## Task prompt
Once the line containing "voltage: string;" is found in the entries below, restate it and each following line word for word, stopping after the line containing "stage starts and".
++++ Source material
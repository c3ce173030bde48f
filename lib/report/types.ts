/**
 * The analysis report: what `analyseCapture` returns and, through `reportToJson`, the JSON contract
 * shared by the CLI (`sinecheck analyse --json`) and the UI's JSON download. `report.schema.json` beside
 * this file documents the JSON form; a change here changes the schema in the same commit.
 *
 * Units are SI throughout: V, A, W, var, VA, Hz, s, degrees. In memory a figure the data cannot give is
 * NaN; in JSON it is `null` (JSON has no NaN).
 */
import type { ReportFlicker } from './flicker-report.js';
import type { NeutralCurrentFigures } from '../polyphase/neutral.js';
import type { Quantity } from '../capture.js';
import type { ReportNextSteps, SiteInputs } from '../next-steps/types.js';
import type { ReportEvents } from './events.js';
import type { ReportFinding } from './findings.js';
import type { ChannelIntervals, IntervalFigure } from './intervals.js';
import type { ReportHarmonicBasis, ReportLimitBasis } from './limits-basis.js';
import type { MeterModel } from './meter.js';
import type { VerdictThreshold } from './thresholds.js';

export type {
	ReportEvents,
	ReportFinding,
	ChannelIntervals,
	IntervalFigure,
	ReportLimitBasis,
	ReportHarmonicBasis,
	MeterModel,
	VerdictThreshold,
};

/** Schema version of the JSON report; bumped on any incompatible change. */
export const REPORT_SCHEMA_VERSION = 1;

/** Limit tables the report can evaluate (ids as the CLI's `--limits` takes them). */
export type ReportLimitTableId = 'en50160' | 'iec61000-2-2' | 'ieee519';

export const REPORT_LIMIT_TABLE_IDS: readonly ReportLimitTableId[] = ['en50160', 'iec61000-2-2', 'ieee519'];

/** A voltage/current pairing the user imposes (channel names without units). */
export interface ReportPairOverride {
	voltage: string;
	current: string;
}

/** Everything the analysis needs from a user; every field optional. */
export interface AnalysisOptions {
	/** Reference channel by name; default: the first voltage channel, else the first channel. */
	refChannel?: string;
	/**
	 * 'whole-cycles' (default): every figure over the whole fundamental cycles of the reference channel
	 * (zero-crossing boundaries); 'whole-record': time-domain figures over every sample (harmonics still
	 * use whole cycles, which a DFT needs).
	 */
	span?: 'whole-cycles' | 'whole-record';
	/** Harmonic window length in fundamental cycles; default 10 at 50 Hz, 12 at 60 Hz (IEC 61000-4-7). */
	windowCycles?: number;
	/** Nominal system voltage in V, line-to-line (400 for a 230/400 V supply); chooses the IEEE 519 bus-voltage row. */
	nominalV?: number;
	/** Nominal system frequency in Hz (50 or 60); default: what the capture declares, else the nearer of 50/60. */
	nominalHz?: number;
	/** Highest harmonic order reported; default 50. */
	maxOrder?: number;
	/** Limit table to evaluate harmonics against; omitted = no limit evaluation. */
	limits?: ReportLimitTableId;
	/** IEEE 519: ratio of the maximum short-circuit current to the maximum demand load current at the PCC. */
	iscIl?: number;
	/** Maximum demand load current I_L in A (IEEE 519 TDD); without it TDD uses the measured fundamental. */
	ilA?: number;
	/** IEEE 519 edition for the even-harmonic current rule: '2022' (default) or '2014'. */
	ieee519Edition?: '2014' | '2022';
	/** Voltage/current pairings that replace the automatic pairing by phase label. */
	pairs?: ReportPairOverride[];
	/** Site values for the next steps (target power factor, transformer, meter...); see lib/next-steps. */
	site?: SiteInputs;
	/**
	 * Harmonic values limits are judged on: 'standard' (default), the basis the table's standard uses
	 * (harmonic subgroups, see limits-basis.ts); 'single-bins', each order's own DFT bin, only on request.
	 */
	harmonicBasis?: ReportHarmonicBasis;
	/** Declared supply voltage for voltage events, V (line-to-neutral for phase channels); inferred when absent. */
	declaredV?: number;
	/**
	 * Hears the analysis advance (not part of the report; front ends show it): as each stage starts and
	 * ends, after every harmonic window and after every channel. Called synchronously from inside analyseCapture; keep it cheap.
	 */
	onProgress?: (progress: AnalysisProgress) => void;
}

/** The parts of analyseCapture, in the order they run. */
export type AnalysisStage = 'reference' | 'events' | 'harmonics' | 'channels' | 'relations' | 'flicker';

/** Where analyseCapture stands: the stage, its work done of its total (windows, channels), and the whole analysis's fraction. */
export interface AnalysisProgress {
	stage: AnalysisStage;
	done: number;
	total: number;
	/** 0…1 over the whole analysis, each stage weighted by its usual share of the time; never decreases. */
	fraction: number;
}

export interface ReportHarmonic {
	order: number;
	/** RMS of the order, channel's unit. Order 0 is DC (|mean|). */
	rms: number;
	/** 100 · rms / rms(order 1). */
	percentOfFundamental: number;
	/** Absolute phase, degrees, cosine reference, relative to the start of the analysis window; NaN when rms is 0. */
	phaseDeg: number;
	/**
	 * True when the order's RMS is under the channel's rounding floor (`ReportResolution`): front ends show
	 * "below resolution" instead of the number. In memory the figures stay (THD, K-factor, limits and the
	 * next steps sum them); in JSON `rms`, `percentOfFundamental` and `phaseDeg` are null (see `reportToJson`).
	 */
	belowResolution?: boolean;
	/** With `belowResolution`: the floor, an upper bound on the order's RMS (channel unit) and as % of the fundamental. */
	rmsUpperBound?: number;
	percentOfFundamentalUpperBound?: number;
}

/** A channel's code step and what it implies (absent when its values show no common step). */
export interface ReportResolution {
	/** Spacing of the values, channel unit. */
	codeStep: number;
	/** Codes the record spans and that in bits. */
	codesUsed: number;
	bitsUsed: number;
	/** RMS of the rounding error, q/√12, channel unit. */
	noiseRms: number;
	/** Harmonics under this RMS are reported as below resolution, channel unit. */
	harmonicFloorRms: number;
}

/** What the short-record fit gives one channel beyond the common fields (all one standard deviation). */
export interface ReportFitChannel {
	fundamentalRms: number;
	fundamentalRmsUncertainty: number;
	fundamentalPhaseUncertaintyDeg: number;
	thdUncertaintyPercent: number;
	/** RMS of what the fit leaves (noise, rounding, what the orders fitted do not hold). */
	residualRms: number;
	/** NaN when the channel shows no code step. */
	belowResolutionFloorRms: number;
	/** 'from a fit of a short record'. */
	note: string;
}

/** The short-record fit of a capture: present when the record holds under two whole cycles and a fit found a fundamental. */
export interface ReportShortRecord {
	note: string;
	method: string;
	frequencyHz: number;
	frequencyUncertaintyHz: number;
	/** Cycles the record holds at the fitted frequency (N·f/fs). */
	cyclesHeld: number;
	highestOrder: number;
	/** Rate the fit ran at after anti-alias decimation, Hz. */
	fitRateHz: number;
	searchedLowHz: number;
	searchedHighHz: number;
}

export interface ReportChannel {
	/** Name without unit (header `U1 (V)` gives `U1`). */
	name: string;
	unit: string;
	quantity: Quantity;
	/** Phase label when known ('L1', 'A', ...), else null. */
	phase: string | null;
	mean: number;
	/** True RMS including DC. */
	rms: number;
	/** RMS without DC: sqrt(rms² − mean²). */
	acRms: number;
	rectifiedMean: number;
	peak: number;
	peakNegative: number;
	peakToPeak: number;
	/** max|x − mean| / acRms: the AC part of the wave (the convention of lib/report/meter.ts); √2 for a sine. */
	crestFactor: number;
	/** acRms / rectifiedMean: the AC part of the wave; π/(2√2) ≈ 1.1107 for a sine. */
	formFactor: number;
	/** This channel's own fundamental frequency (Hz); NaN when it has no periodic fundamental. */
	frequencyHz: number;
	/** THD_F to the highest reported order (see `thdMaxOrder`), percent of the fundamental. */
	thdPercent: number;
	/** THD relative to the total RMS (THD_R), percent. */
	thdRPercent: number;
	/** Order up to which THD was summed. */
	thdMaxOrder: number;
	/** UL K-factor Σ I_h² h² / Σ I_h² (meaningful for currents). */
	kFactor: number;
	/** IEEE 519 TDD in percent of I_L (currents only, when I_L is given), else NaN. */
	tddPercent: number;
	/**
	 * A sine-calibrated average-responding meter: AC-coupled (the headline: reading, trueRms = AC RMS,
	 * errorPercent), the DC-coupled reading beside it, and why it misreads the wave (the same numbers).
	 */
	averageResponding: MeterModel & {
		explanation?: { summary: string; reasons: string[]; harmonicsErrorPercent: number; remainderPercent: number };
	};
	/** Meter error, crest factor and AC RMS judged per 10/12-cycle interval (typical and worst); null without harmonic windows. */
	intervals: ChannelIntervals | null;
	/** Orders 0..maxOrder. */
	harmonics: ReportHarmonic[];
	/**
	 * IEC 61000-4-7 groupings of the aggregated DFT bins (RMS, channel unit), index = order (interharmonic
	 * index n = between n and n+1); null without harmonics.
	 */
	groups: {
		harmonicGroupRms: number[];
		harmonicSubgroupRms: number[];
		interharmonicGroupRms: number[];
		interharmonicSubgroupRms: number[];
	} | null;
	/** The THD variants of lib/spectrum (F/R to order 40 and 50; G from groups, S from subgroups), percent; null without harmonics. */
	thdVariants: Record<string, number> | null;
	/** The worst whole cycle by RMS and by peak, null without whole cycles. */
	worstCycle: ReportWorstCycle | null;
	/** Warnings about this channel's data (clipping, DC offset, few cycles...). */
	warnings: string[];
	/** Code step and rounding floor, or null when the values show no common step. */
	resolution?: ReportResolution | null;
	/** Fit figures on a short record, else null. */
	fit?: ReportFitChannel | null;
}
++++++++
## Output of the task
	voltage: string;
	current: string;
}

/** Everything the analysis needs from a user; every field optional. */
export interface AnalysisOptions {
	/** Reference channel by name; default: the first voltage channel, else the first channel. */
	refChannel?: string;
	/**
	 * 'whole-cycles' (default): every figure over the whole fundamental cycles of the reference channel
	 * (zero-crossing boundaries); 'whole-record': time-domain figures over every sample (harmonics still
	 * use whole cycles, which a DFT needs).
	 */
	span?: 'whole-cycles' | 'whole-record';
	/** Harmonic window length in fundamental cycles; default 10 at 50 Hz, 12 at 60 Hz (IEC 61000-4-7). */
	windowCycles?: number;
	/** Nominal system voltage in V, line-to-line (400 for a 230/400 V supply); chooses the IEEE 519 bus-voltage row. */
	nominalV?: number;
	/** Nominal system frequency in Hz (50 or 60); default: what the capture declares, else the nearer of 50/60. */
	nominalHz?: number;
	/** Highest harmonic order reported; default 50. */
	maxOrder?: number;
	/** Limit table to evaluate harmonics against; omitted = no limit evaluation. */
	limits?: ReportLimitTableId;
	/** IEEE 519: ratio of the maximum short-circuit current to the maximum demand load current at the PCC. */
	iscIl?: number;
	/** Maximum demand load current I_L in A (IEEE 519 TDD); without it TDD uses the measured fundamental. */
	ilA?: number;
	/** IEEE 519 edition for the even-harmonic current rule: '2022' (default) or '2014'. */
	ieee519Edition?: '2014' | '2022';
	/** Voltage/current pairings that replace the automatic pairing by phase label. */
	pairs?: ReportPairOverride[];
	/** Site values for the next steps (target power factor, transformer, meter...); see lib/next-steps. */
	site?: SiteInputs;
	/**
	 * Harmonic values limits are judged on: 'standard' (default), the basis the table's standard uses
	 * (harmonic subgroups, see limits-basis.ts); 'single-bins', each order's own DFT bin, only on request.
	 */
	harmonicBasis?: ReportHarmonicBasis;
	/** Declared supply voltage for voltage events, V (line-to-neutral for phase channels); inferred when absent. */
	declaredV?: number;
	/**
	 * Hears the analysis advance (not part of the report; front ends show it): as each stage starts and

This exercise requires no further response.